# Rally Gauges



## vettvet (Oct 17, 2013)

Hi all. New to the site. I have a 65 GTO with rally Gauges. The clock takes the place of the oil pressure and temp. gauge.
Where should they be located? They are not in the dash, just fuel, battery and brake light.
Thanks


----------



## the65gto (Oct 9, 2008)

vettvet said:


> Hi all. New to the site. I have a 65 GTO with rally Gauges. The clock takes the place of the oil pressure and temp. gauge.
> Where should they be located? They are not in the dash, just fuel, battery and brake light.
> Thanks


You can go to ebay and type "1965 GTO OEM FACTORY RALLY GAUGE SETUP" in the search.


----------



## geeteeohguy (Feb 2, 2008)

Unfortunately, you don't have Rally Gauges. A '65 rally gage package has no clock. There is a tachometer to the right of the speedometer, followed by the water temp and oil pressure gauge in the bezel where your clock is. You have the standard gauge package with a rally clock (confusing, I know) and it did not come with an oil pressure gauge or temp gauge....just lights.


----------



## solsticegto (May 29, 2011)

Hello..I am replacing my 69 GTO Rally Gauge bulbs with LED's.
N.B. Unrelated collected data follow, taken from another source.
// SPDX-License-Identifier: GPL-2.0-or-later
#pragma once

#include <cstddef>
#include <cstdint>
#include <functional>
#include <memory>
#include <span>
#include <vector>

#include "base/progress.h"
#include "base/quantity.h"
#include "model/galaxy_sampling.h"
#include "model/galaxy_spec.h"
#include "model/galaxy_table.h"
#include "physics/response.h"
#include "sphere/grid.h"

namespace foreglow {

/// The Galaxy at some frequencies in some pixels, galactic frame, K_RJ, COSMO.
struct GalaxyMaps {
    std::vector<std::vector<double>> i, q, u;  ///< [K][pixels]; q and u empty without polarization
    std::vector<double> largest_depth;  ///< largest |rotation measure| on a pixel's lines of sight, [pixels]
    GalaxySampling sampling;
};

/// A band whose quadrature can be made fine enough for a rotation measure: returns it with steps of lambda^2
/// no longer than `step` [m^2], as far as the number of its nodes is bounded.
using RefinedBand = std::function<BandSum(double step)>;

/// Q and U averaged over bands where the integrals are made.
struct GalaxyStokes {
    std::vector<std::vector<double>> q, u;  ///< in the bands' units, COSMO, [bands][npix]
    std::int64_t coarse_pixels = 0;         ///< whose rotation would want more nodes than a band may have
};

/// Makes the Galaxy on one grid: disc, turbulence, loops. The same numbers for any number of threads.
class GalaxyMaker {
  public:
    GalaxyMaker(const GalaxySpec& galaxy, std::shared_ptr<const GalaxyTable> table, const HealpixGrid& grid,
                bool polarized);
    ~GalaxyMaker();
    GalaxyMaker(const GalaxyMaker&) = delete;
    GalaxyMaker& operator=(const GalaxyMaker&) = delete;

    /// Makes whole maps, RING order.
    /// @param polarized  false leaves Q and U away, even where turbulence of both was drawn
    [[nodiscard]] GalaxyMaps make_maps(std::span<const Frequency> frequencies, bool polarized,
                                       Progress& progress) const;
    /// Makes some pixels with the usual sampling.
    [[nodiscard]] GalaxyMaps make_pixels(std::span<const std::int64_t> pixels,
                                         std::span<const Frequency> frequencies, bool polarized) const;
    /// Makes whole maps of Q and U, each averaged over its band: with nodes so dense that the largest
    /// rotation measure met on a line of sight turns by less than 0.3 rad from node to node (2 RM
    /// d(lambda^2) < 0.3).
    [[nodiscard]] GalaxyStokes make_band_stokes(std::span<const RefinedBand> bands, Progress& progress) const;

  private:
    struct Impl;
    std::unique_ptr<Impl> impl_;
};

/// The largest turn of 2 RM lambda^2 from node to node of a band.
inline constexpr double turn_between_nodes = 0.3;  // rad

/// The most nodes of one band that make_band_stokes asks for: turns of 2 RM lambda^2 over a band of up to
/// 380 rad are averaged exactly, and beyond it less than 1/380 is left.
inline constexpr std::size_t most_band_nodes = 192;

}  // namespace foreglow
Can someone please assist with a wiring diagram of the Printed Dash Circuit Board? I've got lots of info on the printed circuit board itself (even ordered a new one) but I have yet to find a diagram of which of the circuits goes to which gauge and which are the grounds regarding the BULBS only. I've looked at all the posts here and in my 69 service manual and in the GTO restoration guide. Can't find it. Help would be appreciated. Thanks...


----------



## solsticegto (May 29, 2011)

*Need Wiring Diagram for Bulbs in my '69 GTO Rally Gauge Cluster*

Hello..I want to replacing my 69 GTO Rally Gauge bulbs with LED's I already know the ones I want; just can't decide on the color). Can someone please assist with a wiring diagram of the Printed Dash Circuit Board? I've got lots of info on the printed circuit board itself (even ordered a new one) but I have yet to find a diagram of which of the circuits goes to the positive and which are the grounds regarding the BULBS only. I've looked at all the posts here and in my 69 service manual and in the GTO restoration guide. Can't find it. Help would be appreciated. I have a 12-volt portable charger that I plan on hooking up to the correct circuits on the board that are attached to the harness on the back of the gauge cluster but I need to know the correct circuits so that I can hook up correctly. I hope that I've explained this so you can understand what I am trying to accomplish before I replace the gauges in my dash. Thanks...


----------



## solsticegto (May 29, 2011)

I can't quite figure out how to start a new thread, so I hope that someone reads this here.....


----------



## vettvet (Oct 17, 2013)

*Rally gauges*

Thanks all. I figured it out. The original owner really wanted a clock. The car was ordered with rally gauges so, he took out the fourth section which, was oil pressure and water temp. He installed a clock (correct style) and put 2 SW gauges on the console, behind the shifter and in front of the console door. Looked factory to me.


----------



## Coledog (Aug 21, 2021)

vettvet said:


> *Rally gauges*
> 
> Thanks all. I figured it out. The original owner really wanted a clock. The car was ordered with rally gauges so, he took out the fourth section which, was oil pressure and water temp. He installed a clock (correct style) and put 2 SW gauges on the console, behind the shifter and in front of the console door. Looked factory to me.


I know this is ancient, but I don't suppose the owner still has the oil pressure/water gauge he would be will to sell? Long Shot!!


----------